All lines holding the word "nothing" are to be copied from the records beneath.

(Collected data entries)
==*==

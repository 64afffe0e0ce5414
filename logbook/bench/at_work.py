"""A task at the bench as it stands: its passes, what is answered, done and called for, and the next step."""

from collections.abc import Mapping, Sequence
from dataclasses import dataclass
from functools import cached_property

from logbook.engines.models import LimitLine
from logbook.work.models import Task
from measurements.document import Node
from measurements.engine import Engine
from measurements.intake.limits import read_limit
from measurements.intake.shop import read_shop
from measurements.kind import Characteristic, Kind
from measurements.limits import Limit, limit_for

from .judging import engine_of, kinds
from .models import Act, Finding, Measurement, Reading
from .steps import ACT, FOUND, LEFT, Progress, Route, Step, next_step, order_numbers, route

AS_FOUND, AS_LEFT = Measurement.Phase.AS_FOUND, Measurement.Phase.AS_LEFT
PHASE_OF = {FOUND: AS_FOUND, LEFT: AS_LEFT}


@dataclass(frozen=True)
class AtWork:
    """A task with all that was done on it; made by `at_work`, with a count of queries that doesn't grow."""

    task: Task
    engine: Engine
    passes: Sequence[Measurement]
    readings: Sequence[Reading]
    findings: Sequence[Finding]
    acts: Sequence[Act]
    lines: Sequence[LimitLine]

    @property
    def kind(self) -> Kind:
        """The kind of measurement."""
        return kinds()[self.task.kind]

    @cached_property
    def route(self) -> Route:
        """The stops in turning order."""
        return route(self.kind, self.engine)

    @cached_property
    def numbers(self) -> Mapping[str, int]:
        """Each station's number in the order of the hands."""
        return order_numbers(self.route)

    def open_pass(self, phase: str) -> Measurement | None:
        """The pass that a reading of a phase goes to now: the last one that isn't closed."""
        return next((one for one in reversed(self.passes) if one.phase == phase and one.closed_at is None), None)

    @cached_property
    def current(self) -> Measurement | None:
        """The as-found pass that is worked on, else the as-left."""
        return self.open_pass(AS_FOUND) or self.open_pass(AS_LEFT)

    def alike(self, phase: str) -> set[int]:
        """Passes of a phase under the conditions of the one worked on: another gauge goes on where the first stopped."""
        now = self.open_pass(phase) or next((one for one in reversed(self.passes) if one.phase == phase), None)
        return {one.pk for one in self.passes if now and one.phase == phase and one.conditions == now.conditions}

    def answered(self, phase: str) -> dict[str, list[Reading]]:
        """Standing readings of a phase by station."""
        found: dict[str, list[Reading]] = {}
        alike = self.alike(phase)
        for reading in self.readings:
            if reading.measurement_id in alike:
                found.setdefault(reading.station, []).append(reading)
        return found

    def finding(self, phase: str, station: str) -> Finding | None:
        """What stands at a station in a phase."""
        alike = self.alike(phase)
        return next((one for one in reversed(self.findings)
                     if one.station == station and one.measurement_id in alike), None)  # fmt: skip

    @cached_property
    def judged(self) -> dict[str, Finding]:
        """What each station is now: as left where a value was left, else as found."""
        told: dict[str, Finding] = {}
        for phase in (AS_FOUND, AS_LEFT):
            alike = self.alike(phase)
            for one in self.findings:
                if one.measurement_id in alike and (one.judgement["value"] is not None or one.station not in told):
                    told[one.station] = one
        return told

    @cached_property
    def progress(self) -> Progress:
        """How far the task is."""
        found, left = self.answered(AS_FOUND), self.answered(AS_LEFT)
        alike = self.alike(AS_FOUND)
        calls = {one.station for one in self.findings if one.measurement_id in alike and self.calls_for_act(one)}
        return Progress(
            frozenset(found), frozenset(left), frozenset(act.station for act in self.acts), frozenset(calls),
            self.task.work_order.crank_at, leaves_all=not self.kind.acts and self.open_pass(AS_LEFT) is not None,
        )  # fmt: skip

    def calls_for_act(self, finding: Finding) -> bool:
        """Tell whether something is to be done: an act was worked out, or a shim's station isn't within."""
        return bool(finding.judgement.get("acts")) or (
            self.all_found_first and finding.verdict in ("beyond", "too_close")
        )

    @property
    def all_found_first(self) -> bool:
        """Tell whether every as-found comes before any act: with shims."""
        return self.engine.adjustment == "shim" and "fit_shim" in self.kind.acts

    def next_step(self, answered: Step | None = None) -> Step:
        """The next thing to do; with `answered`, the one after that step."""
        told = self.progress
        if answered and answered.station:
            name = {FOUND: "found", ACT: "acted", LEFT: "left"}[answered.what]
            told = Progress(**{**told.__dict__, name: getattr(told, name) | {answered.station}})
        return next_step(self.route, told, all_found_first=self.all_found_first)

    def characteristic(self, station: str) -> Characteristic:
        """What is entered at a station."""
        return self.kind.characteristic(self.kind.characteristic_of(station, None))

    def limit(self, station: str) -> tuple[Limit, LimitLine] | None:
        """The limit of a station under the conditions of the pass, with its line as typed."""
        shop = read_shop(Node(self.task.work_order.shop.as_document(), "shop", []))
        pairs = [
            (read_limit(Node(line.as_document(), "", []), shop, kinds(), self.engine), line) for line in self.lines
        ]
        state = self.current.conditions.get("state") if self.current else None
        limits = [limit for limit, _ in pairs if limit]
        found, _holds = limit_for(limits, self.characteristic(station).name, station, state, None)
        return next(((limit, line) for limit, line in pairs if limit is found), None) if found else None


def at_work(task: Task, lines: Sequence[LimitLine]) -> AtWork | None:
    """Look up a task at the bench; None where the engine's figures contradict one another."""
    engine = engine_of(task.work_order)
    if engine is None:
        return None
    mine = {"measurement__task": task}
    readings = Reading.objects.standing().filter(**mine).select_related("measured_by", "keyed_by")
    return AtWork(
        task, engine, list(task.measurements.select_related("gauge")), list(readings),
        list(Finding.objects.standing().filter(**mine)), list(task.acts.all()), lines,
    )  # fmt: skip
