"""The forms of the bench: how a pass is taken, one answer, an act, a correction."""

from collections.abc import Iterable, Mapping
from uuid import uuid4

from django import forms
from django.utils.translation import gettext as _
from django.utils.translation import gettext_lazy

from logbook.gauges.models import Gauge
from logbook.people.models import Person
from measurements.kind import COMMON_CONDITIONS, Kind, MethodCondition

from .models import Measurement
from .slips import ANSWERS

REASONS = (
    gettext_lazy("no access"), gettext_lazy("seized"), gettext_lazy("part missing or off"),
    gettext_lazy("gauge failed"), gettext_lazy("not asked for"),
)  # fmt: skip
NUMBER = {"inputmode": "decimal", "autocomplete": "off"}


class GaugeChoice(forms.ModelChoiceField):
    """A gauge to pick, with what speaks against it beside its name."""

    def label_from_instance(self, gauge: Gauge) -> str:
        if gauge.standing_failed:
            return _("%(gauge)s: failed its calibration") % {"gauge": gauge}
        if gauge.standing_due_on and gauge.standing_due_on < self.today:
            return _("%(gauge)s: past due since %(due)s") % {"gauge": gauge, "due": gauge.standing_due_on.isoformat()}
        return str(gauge)


class PassForm(forms.Form):
    """How a pass is taken: phase, gauge, and the conditions its kind declares; what is left empty isn't said."""

    phase = forms.ChoiceField(label=gettext_lazy("Pass"), choices=Measurement.Phase.choices)
    gauge = GaugeChoice(Gauge.objects.none(), label=gettext_lazy("Gauge"), required=False,
                        empty_label=gettext_lazy("none named"))  # fmt: skip
    engine_hours = forms.FloatField(
        label=gettext_lazy("Engine hours now"), required=False, min_value=0,
        widget=forms.TextInput(attrs=NUMBER), error_messages={"invalid": gettext_lazy("Write the hours as a number.")},
    )  # fmt: skip

    def __init__(
        self,
        kind: Kind,
        gauges: Iterable[Gauge],
        today: object,
        *args: object,
        states: Iterable[str] = (),
        **kwargs: object,
    ) -> None:
        super().__init__(*args, **kwargs)
        self.kind = kind
        self.fields["gauge"].queryset = gauges
        self.fields["gauge"].today = today
        for condition in sorted(kind.conditions, key=lambda one: one.name != "state"):
            self.fields[f"how_{condition.name}"] = field_for(condition, states)

    @classmethod
    def of(cls, measurement: Measurement, kind: Kind, *args: object, **more: object) -> "PassForm":
        """The form of a pass that is open: its conditions alone, as they were said."""
        said = {
            f"how_{one.name}": as_typed(one, measurement.conditions[one.name])
            for one in kind.conditions if one.name in measurement.conditions
        }  # fmt: skip
        form = cls(kind, Gauge.objects.none(), None, *args, initial=said, **more)
        for name in ("phase", "gauge", "engine_hours"):
            del form.fields[name]
        return form

    def usual_fields(self) -> list[forms.BoundField]:
        """Fields that every pass fills in."""
        rare = {f"how_{one.name}" for one in COMMON_CONDITIONS if one.name != "state"}
        return [field for field in self if field.name not in rare]

    def rare_fields(self) -> list[forms.BoundField]:
        """Fields for temperatures and the barometer."""
        usual = {field.name for field in self.usual_fields()}
        return [field for field in self if field.name not in usual]

    @property
    def conditions(self) -> dict[str, object]:
        """What was said of the method, as `assess` reads it."""
        told = {}
        for condition in self.kind.conditions:
            value = self.cleaned_data.get(f"how_{condition.name}")
            if value not in (None, ""):
                told[condition.name] = as_document(condition, value)
        return told


def field_for(condition: MethodCondition, states: Iterable[str]) -> forms.Field:
    """The field of a condition, by its form."""
    label = _(condition.title)
    if condition.form == "flag":
        return forms.ChoiceField(label=label, required=False,
                                 choices=[("", _("not said")), ("yes", _("yes")), ("no", _("no"))])  # fmt: skip
    if condition.form == "choice":
        choices = list(dict.fromkeys([*condition.choices, *(states if condition.name == "state" else ())]))
        told = [("", _("not said")), *((one, one.replace("_", " ")) for one in choices)]
        return forms.ChoiceField(label=label, required=False, choices=told)
    if condition.form == "count":
        return forms.IntegerField(label=label, required=False, min_value=1, widget=forms.TextInput(attrs=NUMBER))
    told = {
        "quantities": _("several, with ; between"),
        "quantity_by_cylinder": _("each with its cylinder, such as 1: 95.94; 2: 95.95"),
        "choices_by_cylinder": _("by cylinder, such as 2: exhaust, coolant; there are %(choices)s")
        % {"choices": ", ".join(condition.choices)},
    }  # fmt: skip
    help_text = ", ".join(part for part in (condition.unit, told.get(condition.form, "")) if part)
    return forms.CharField(label=label, required=False, max_length=400, help_text=help_text,
                           widget=forms.TextInput(attrs={"autocomplete": "off"}))  # fmt: skip


def as_document(condition: MethodCondition, value: object) -> object:
    """What was typed for a condition, in the shape that `assess` reads."""
    if condition.form == "flag":
        return value == "yes"
    if condition.form == "quantities":
        return [part.strip() for part in value.split(";") if part.strip()]
    if condition.form == "quantity_by_cylinder":
        return by_cylinder(value)
    if condition.form == "choices_by_cylinder":
        listed = {name: told.split(",") for name, told in by_cylinder(value).items()}
        return {name: [one.strip() for one in told if one.strip()] for name, told in listed.items()}
    return value


def as_typed(condition: MethodCondition, value: object) -> object:
    """A condition as its field shows it again; the other way of `as_document`."""
    if isinstance(value, bool):
        return "yes" if value else "no"
    if isinstance(value, Mapping):
        told = {name: ", ".join(one) if isinstance(one, list) else one for name, one in value.items()}
        return "; ".join(f"{name}: {one}" for name, one in told.items())
    return "; ".join(map(str, value)) if isinstance(value, list) else value


def by_cylinder(text: str) -> Mapping[str, str]:
    """Read "1: 95.94; 2: 95.95"."""
    pairs = (part.partition(":") for part in text.split(";") if part.strip())
    return {name.strip(): value.strip() for name, _colon, value in pairs}


class AnswerForm(forms.Form):
    """One answer at one station: what was typed, or why nothing was measured; who measured it."""

    client_id = forms.UUIDField(widget=forms.HiddenInput)
    station = forms.CharField(max_length=60, widget=forms.HiddenInput)
    phase = forms.ChoiceField(choices=Measurement.Phase.choices, widget=forms.HiddenInput)
    typed = forms.CharField(required=False, max_length=200, strip=True)
    not_measured = forms.CharField(required=False, max_length=300)
    other_reason = forms.CharField(required=False, max_length=300)
    slip_answer = forms.ChoiceField(required=False, choices=[("", ""), *((one, one) for one in ANSWERS)])
    measured_by = forms.ModelChoiceField(Person.objects.none(), required=False, empty_label=None,
                                         label=gettext_lazy("Measured by"))  # fmt: skip

    def __init__(self, people: object, *args: object, **kwargs: object) -> None:
        super().__init__(*args, **kwargs)
        self.fields["measured_by"].queryset = people

    @property
    def reason(self) -> str:
        """Why nothing was measured: the reason picked, or the one written."""
        return self.cleaned_data["other_reason"] or self.cleaned_data["not_measured"]


class ActForm(forms.Form):
    """What was done at a station."""

    client_id = forms.UUIDField(widget=forms.HiddenInput)
    station = forms.CharField(max_length=60, widget=forms.HiddenInput)
    what = forms.CharField(max_length=200, label=gettext_lazy("What was done"))


class CorrectionForm(forms.Form):
    """A reading corrected, struck or moved, each with its reason."""

    CORRECT, STRIKE, MOVE = "correct", "strike", "move"
    DOES = [
        (CORRECT, gettext_lazy("It was keyed wrongly: put this in its place")),
        (STRIKE, gettext_lazy("It was spoilt at the gauge: strike it")),
        (MOVE, gettext_lazy("It belongs to another station: move it")),
    ]

    client_id = forms.UUIDField(widget=forms.HiddenInput, initial=uuid4)
    does = forms.ChoiceField(label=gettext_lazy("What is wrong"), choices=DOES, widget=forms.RadioSelect)
    typed = forms.CharField(label=gettext_lazy("Put in its place"), required=False, max_length=200,
                            widget=forms.TextInput(attrs=NUMBER))  # fmt: skip
    station = forms.ChoiceField(label=gettext_lazy("Moved to"), required=False)
    reason = forms.CharField(label=gettext_lazy("Why"), max_length=300, required=False)
    slip_answer = forms.ChoiceField(required=False, choices=[("", ""), *((one, one) for one in ANSWERS)])

    def __init__(self, stations: Iterable[tuple[str, str]], *args: object, **kwargs: object) -> None:
        super().__init__(*args, **kwargs)
        self.fields["station"].choices = [("", _("choose")), *stations]

    def values(self) -> list[forms.BoundField]:
        """What is put in its place, where it is moved to, and why."""
        return [self[name] for name in ("typed", "station", "reason")]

==*==

EXERCISE RESULT
    """One answer at one station: what was typed, or why nothing was measured; who measured it."""
        """Why nothing was measured: the reason picked, or the one written."""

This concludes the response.